COMCIFS / cif_core

The IUCr CIF core dictionary
14 stars 9 forks source link

Clarify the semantics of the `_alias.dictionary_uri` attribute #481

Closed vaitkus closed 2 months ago

vaitkus commented 4 months ago

The current version of the DDLm reference dictionary defines the _alias.dictionary_uri attribute as:

Absolute URI of dictionary to which the aliased definition belongs.

However, the definition is a bit imprecise which prevents this attribute from being effectively used in an automated fashion. For example, the same data name may belong to several versions of the the same dictionary and sometimes with slightly different semantics (or at least different human-readable definitions). I suggest we clarify the definition along the lines of:

Absolute URI of the dictionary to which the aliased definition belongs.
The URI should preferably point to the latest version of the dictionary
that is known to contain the most semantically similar definition.

The main benefit of this would be that we could run automated checks from time to time to see if the definitions from different dictionaries (e.g. mmCIF and CIF_CORE) still match up to the specified level (e.g. we might not require the human-readable definitions to match verbatim, but having the same enumeration ranges would be great). I specifically used "should" in the reformulated definition to indicate that the definitions may become out of sync from time to time, but that one should strive to get them in sync when possible.

Alternatively, we may anchor the URI to a different dictionary version, e.g. the version that originally defined the data item.

jamesrhester commented 4 months ago

I think our modest ambition for the 'alias' attributes is to automatically recognise different variants of a data name, such that software can successfully use aliases interchangeably. Any software-relevant semantic differences would require a new data name to be defined, where we might be tolerant in practice to changes that have no practical effect (such as changing the minimum value from 0 to 1, if we know that nobody has used 0). So, from the point of view of software, the particular version pointed to by the URI shouldn't matter.

Also, it becomes difficult for dictionary writers to make the 'semantically similar' judgement.

I would be in favour therefore of simply pointing to the latest known version that defined the alias, so the wording would be:

Absolute URI of the latest version of the dictionary containing the aliased definition.

vaitkus commented 4 months ago

Absolute URI of the latest version of the dictionary containing the aliased definition.

Seems ok to me, I created PR #485 to address this. I will update the draft PR #483 accordingly.

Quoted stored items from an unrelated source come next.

#[derive(Clone, Copy, PartialEq, Eq, ValueEnum)]
enum Format {
    /// Lines and tables.
    Text,
    /// One JSON object.
    Json,
    /// The notebook with its outputs.
    Ipynb,
}

#[derive(Clone, Copy, PartialEq, Eq, ValueEnum)]
enum FiguresAs {
    /// For pages of the web.
    Svg,
    /// For papers.
    Pdf,
    /// For slides: 288 pixels to the inch.
    Png,
}

/// The longest script or notebook that is read, in bytes: a device in its place must not fill the memory.
const PROGRAM_LIMIT: u64 = 64 << 20;

/// How many bytes of values are remembered.
const MEMORY: usize = 512 * 1024 * 1024;

/// The program ran and every result is there.
const SUCCESS: u8 = 0;
/// Something in the program is wrong.
const WRONG_PROGRAM: u8 = 1;
/// The command line is wrong, or a file it names cannot be read or written.
const WRONG_CALL: u8 = 2;

fn main() -> ExitCode {
    let arguments = Arguments::parse();
    let code = match arguments.command {
        Command::Run { file, format, out, define, figures, figures_as, png, threads, file_limit } => {
            let folder = file.parent().filter(|folder| !folder.as_os_str().is_empty());
            let folder = folder.unwrap_or(Path::new(".")).to_owned();
            let limit = file_limit.saturating_mul(1024 * 1024);
            let session = Session::with_limits(&folder, threads, MEMORY, limit);
            let formats = figures_as.into_iter().map(|format| match format {
                FiguresAs::Svg => FigureFormat::Svg,
                FiguresAs::Pdf => FigureFormat::Pdf,
                FiguresAs::Png => FigureFormat::Png,
            });
            let figures = figures.map(|folder| (folder, formats.collect()));
            let wanted = Wanted { folder, format, out, figures, media: Media { png } };
            run(session, &file, &wanted, &define)
        }
        Command::Talk { folder, threads, file_limit } => {
            talk_in(&folder, threads, MEMORY, file_limit.saturating_mul(1024 * 1024))
        }
        Command::Enrol { user: _, prefix, remove } => enrol(prefix, remove),
        Command::Lab { folder, port, no_browser, others } => {
            open_lab(&Opening { folder, port, no_browser, others })
        }
        Command::Explain { name } => explain(&name),
        #[cfg(unix)]
        Command::Kernel { connection, png } => serve(&connection, Media { png }),
    };
    ExitCode::from(code)
}

/// Serve Jupyter front ends; files are read in the folder where Jupyter starts the program, the notebook's own.
#[cfg(unix)]
fn serve(connection: &Path, media: Media) -> u8 {
    match rhythmite::kernel::serve(connection, Session::new("."), media) {
        Ok(()) => 0,
        Err(refusal) => {
            complain(&format!("{refusal}\n"));
            2
        }
    }
}

/// Print to standard output; a reader that has gone (`| head`) is no mistake.
fn print(text: &str) {
    let mut out = std::io::stdout().lock();
    let _ = out.write_all(text.as_bytes());
    let _ = out.flush();
}

fn complain(text: &str) {
    let mut out = std::io::stderr().lock();
    let _ = out.write_all(text.as_bytes());
}

fn explain(name: &str) -> u8 {
    match catalogue::find(name) {
        Some(entry) => {
            print(&catalogue::explain(entry));
            SUCCESS
        }
        None => {
            let near = catalogue::nearest_function(name);
            let names: Vec<&str> = catalogue::entries().map(|entry| entry.name).collect();
            complain(&match near {
                Some(near) => format!("there is no function `{name}`; did you mean `{near}`?\n"),
                None => format!("there is no function `{name}`; there are {}\n", names.join(", ")),
            });
            WRONG_CALL
        }
    }
}

fn enrol(prefix: Option<PathBuf>, remove: bool) -> u8 {
    let place = prefix.map_or(Place::User, Place::Prefix);
    let done = if remove {
        lab::withdraw(&place)
    } else {
        lab::running_program().and_then(|program| lab::enrol(&place, &program))
    };
    match done {
        Ok(lines) if lines.is_empty() => {
            print("kernel and lab extension were enrolled already, as they are\n");
            SUCCESS
        }
        Ok(lines) => {
            print(&(lines.join("\n") + "\n"));
            SUCCESS
        }
        Err(why) => {
            complain(&format!("{why}\n"));
            WRONG_CALL
        }
    }
}

fn open_lab(opening: &Opening) -> u8 {
    let opened = lab::running_program()
        .and_then(|program| lab::open(opening, &program, &mut |line| complain(&format!("{line}\n"))));
    match opened {
        Ok(code) => u8::try_from(code).unwrap_or(WRONG_PROGRAM),
        Err(why) => {
            complain(&format!("{why}\n"));
            WRONG_CALL
        }
    }
}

But this also got me thinking, that including the full URI for each alias seems like a significant duplication of data. The same two or three URIs will be repeated in almost all definitions (imagine one of the dictionaries moving to a different location). Would it make sense to (eventually) introduce something like _alias.dictionary_id <-> ALIAS_DICTIONARY (id, uri, version, etc.)?

jamesrhester commented 3 months ago

Would it make sense to (eventually) introduce something like _alias.dictionary_id <-> ALIAS_DICTIONARY (id, uri, version, etc.)?

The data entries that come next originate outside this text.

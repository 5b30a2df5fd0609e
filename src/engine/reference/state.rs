//! Sources that count an element from another reference state than the conventions.

use num_traits::Zero;

use crate::finding::{FindingCode, Severity};
use crate::notation::{Element, Species};
use crate::quantity::{Exact, exact_text, to_f64, two_digits};
use crate::source::Problem;

use super::{Said, Sum};

/// Sources that count an element from another form do not add up with the others unless the
/// atoms of that element cancel within them.
pub(super) fn states(problem: &Problem, reaction: &Sum<'_>) -> Vec<Said> {
    let mut said = Vec::new();
    for (index, source) in problem.sources.iter().enumerate() {
        for (element, state) in &source.head.reference_states {
            let Some(usual) = problem.reference_states.of_element(*element) else {
                continue;
            };
            let atoms = net_atoms(problem, reaction, index, *element);
            if usual != state && !atoms.is_zero() {
                said.push(mixed_state(
                    problem, reaction, index, *element, state, &atoms,
                ));
            }
        }
    }
    said
}

/// Σ ν·n of an element over the terms whose value comes from one source.
fn net_atoms(problem: &Problem, reaction: &Sum<'_>, source: usize, element: Element) -> Exact {
    let atoms = reaction.terms.iter().map(|term| {
        let substance = &problem.substances[term.substance];
        let count = substance.species.formula.counts().get(&element);
        match (substance.source == source, count) {
            (true, Some(count)) => &term.nu * count,
            _ => Exact::zero(),
        }
    });
    atoms.sum()
}

fn mixed_state(
    problem: &Problem,
    reaction: &Sum<'_>,
    source: usize,
    element: Element,
    state: &Species,
    atoms: &Exact,
) -> Said {
    let id = problem.sources[source].id();
    let symbol = element.symbol();
    let cost = match state_enthalpy(problem, state) {
        Some(kilojoule) => {
            let per_atom = state.formula.counts().get(&element).cloned();
            let total =
                kilojoule * atoms / per_atom.unwrap_or_else(|| Exact::from_integer(1.into()));
            format!("moves the heat by {} kJ/mol", two_digits(to_f64(&total)))
        }
        None => format!(
            "moves the heat by {} times the enthalpy of {state}, which no consulted \
                         source gives",
            exact_text(atoms)
        ),
    };
    (
        Severity::Stop,
        FindingCode::ReferenceState,
        format!(
            "{}: {id} counts {symbol} from {state}, the others from its usual reference state. \
             {} mol of {symbol} does not cancel within {id}: that {cost}. Take all substances with \
             {symbol} from one source.",
            reaction.id,
            exact_text(atoms)
        ),
    )
}

/// The formation enthalpy of an unusual reference state on the conventional scale, kJ/mol.
fn state_enthalpy(problem: &Problem, state: &Species) -> Option<Exact> {
    let kilo = Exact::from_integer(1000.into());
    problem.sources[..problem.consulted]
        .iter()
        .find_map(|source| {
            let counted_from_it = source.head.reference_states.iter().any(|(_, s)| s == state);
            let entries = source.of_composition(&state.formula.hill());
            let entry = entries.iter().find(|e| e.notations().any(|s| s == state))?;
            let value = entry.formation_enthalpy.as_ref()?;
            (!counted_from_it).then(|| value.value_in_si() / &kilo)
        })
}
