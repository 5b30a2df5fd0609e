//! What it costs to mix sources of different reference temperature, pressure or reference state.

mod ions;
mod pressure;
mod state;
mod temperature;

use std::collections::BTreeSet;

use crate::finding::{Finding, FindingCode, Severity, Span, Text};
use crate::source::{ComponentHeat, Problem, ProblemTerm};

use super::work::Working;
use ions::{charge_in_water, free_electrons};
use pressure::pressure;
use state::states;
use temperature::temperature;

/// All findings about mixed references, one for each reaction and kind.
pub(super) fn check(problem: &Problem, working: &Working, text: &Text) -> Vec<Finding> {
    let mut findings = pressure(problem, text);
    let mut said = BTreeSet::new();
    for reaction in &sums(problem, working) {
        let place = text.place(reaction.span.start);
        for (severity, code, message) in temperature(problem, reaction)
            .into_iter()
            .chain(charge_in_water(problem, reaction))
            .chain(free_electrons(problem, reaction))
            .chain(states(problem, reaction))
        {
            let finding = Finding {
                severity,
                code,
                message,
                at: place.clone(),
            };
            // Components of one fuel can have the same to say.
            if said.insert(finding.message.clone()) {
                findings.push(finding);
            }
        }
    }
    findings
}

/// A sum of formation enthalpies: a reaction, or the combustion of a component of a fuel.
pub(super) struct Sum<'a> {
    pub(super) id: &'a str,
    pub(super) terms: &'a [ProblemTerm],
    span: &'a Span,
}

fn sums<'a>(problem: &'a Problem, working: &Working) -> Vec<Sum<'a>> {
    let worked = working.reactions.iter().filter(|r| r.is_worked());
    let reactions = worked.map(|reaction| {
        let reaction = &problem.reactions[reaction.reaction];
        Sum {
            id: &reaction.id,
            terms: &reaction.terms,
            span: &reaction.span,
        }
    });
    let fuels = working
        .heating_values
        .iter()
        .filter(|f| f.mixture.is_some());
    let fuels = fuels.map(|fuel| &problem.heating_values[fuel.heating_value]);
    let combustions = fuels.flat_map(|fuel| {
        let heats = fuel.components.iter().map(|component| &component.heat);
        heats.filter_map(|heat| match heat {
            ComponentHeat::Hess { terms } => Some(Sum {
                id: &fuel.id,
                terms,
                span: &fuel.span,
            }),
            ComponentHeat::Nothing | ComponentHeat::Printed { .. } => None,
        })
    });
    reactions.chain(combustions).collect()
}

pub(super) type Said = (Severity, FindingCode, String);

In theory this would be nice (more normalised as the DB people like to say) but in practice it just means programmers have to write in an extra step of indirection and readers have to scroll around. Global search and replace makes editing multiple entries trivial.

However, even doing it that way, we have created a real workload for ourselves if we are trying to keep up with wwPDB latest version, so we might want to finesse our definition to state that it is "Absolute URI of a version of the dictionary containing the latest version of the aliased definition." so that if the text of the definition doesn't change (which is true for 99% of the PDB definitions that we alias) then we don't have to update our definition either.

vaitkus commented 3 months ago

However, even doing it that way, we have created a real workload for ourselves if we are trying to keep up with wwPDB latest version, so we might want to finesse our definition to state that it is "Absolute URI of a version of the dictionary containing the latest version of the aliased definition." so that if the text of the definition doesn't change (which is true for 99% of the PDB definitions that we alias) then we don't have to update our definition either.

I see your point. I would further update the proposed phrasing to: "Absolute URI of a version of the dictionary containing the latest compatible version of the aliased definition.".

But this latest round of discussions also made me realise, that we might not always have URIs for specific dictionary versions (e.g. PDB does does not seem to do that for mmCIF/PDBx dictionaries). I therefore propose the following approach:

  1. Add a new _alias.dictionary_version attribute with the following definition:
    A version identifier of the dictionary that includes the latest compatible version of the aliased definition.
  2. Change the _alias.dictionary_URI attribute definition to:
    An absolute URI of the dictionary that includes the aliased definition. The URI should preferably point
    to a specific version of the dictionary identified by the _alias.dictionary_version attribute, however, a
    more general URI, e.g. one that always points to the latest version of the dictionary, can also be provided
    when this is not possible.

If you are OK with this approach, I can update PR #482 to reflect these changes. What do you think?

jamesrhester commented 3 months ago

Yes, I agree with these suggestions.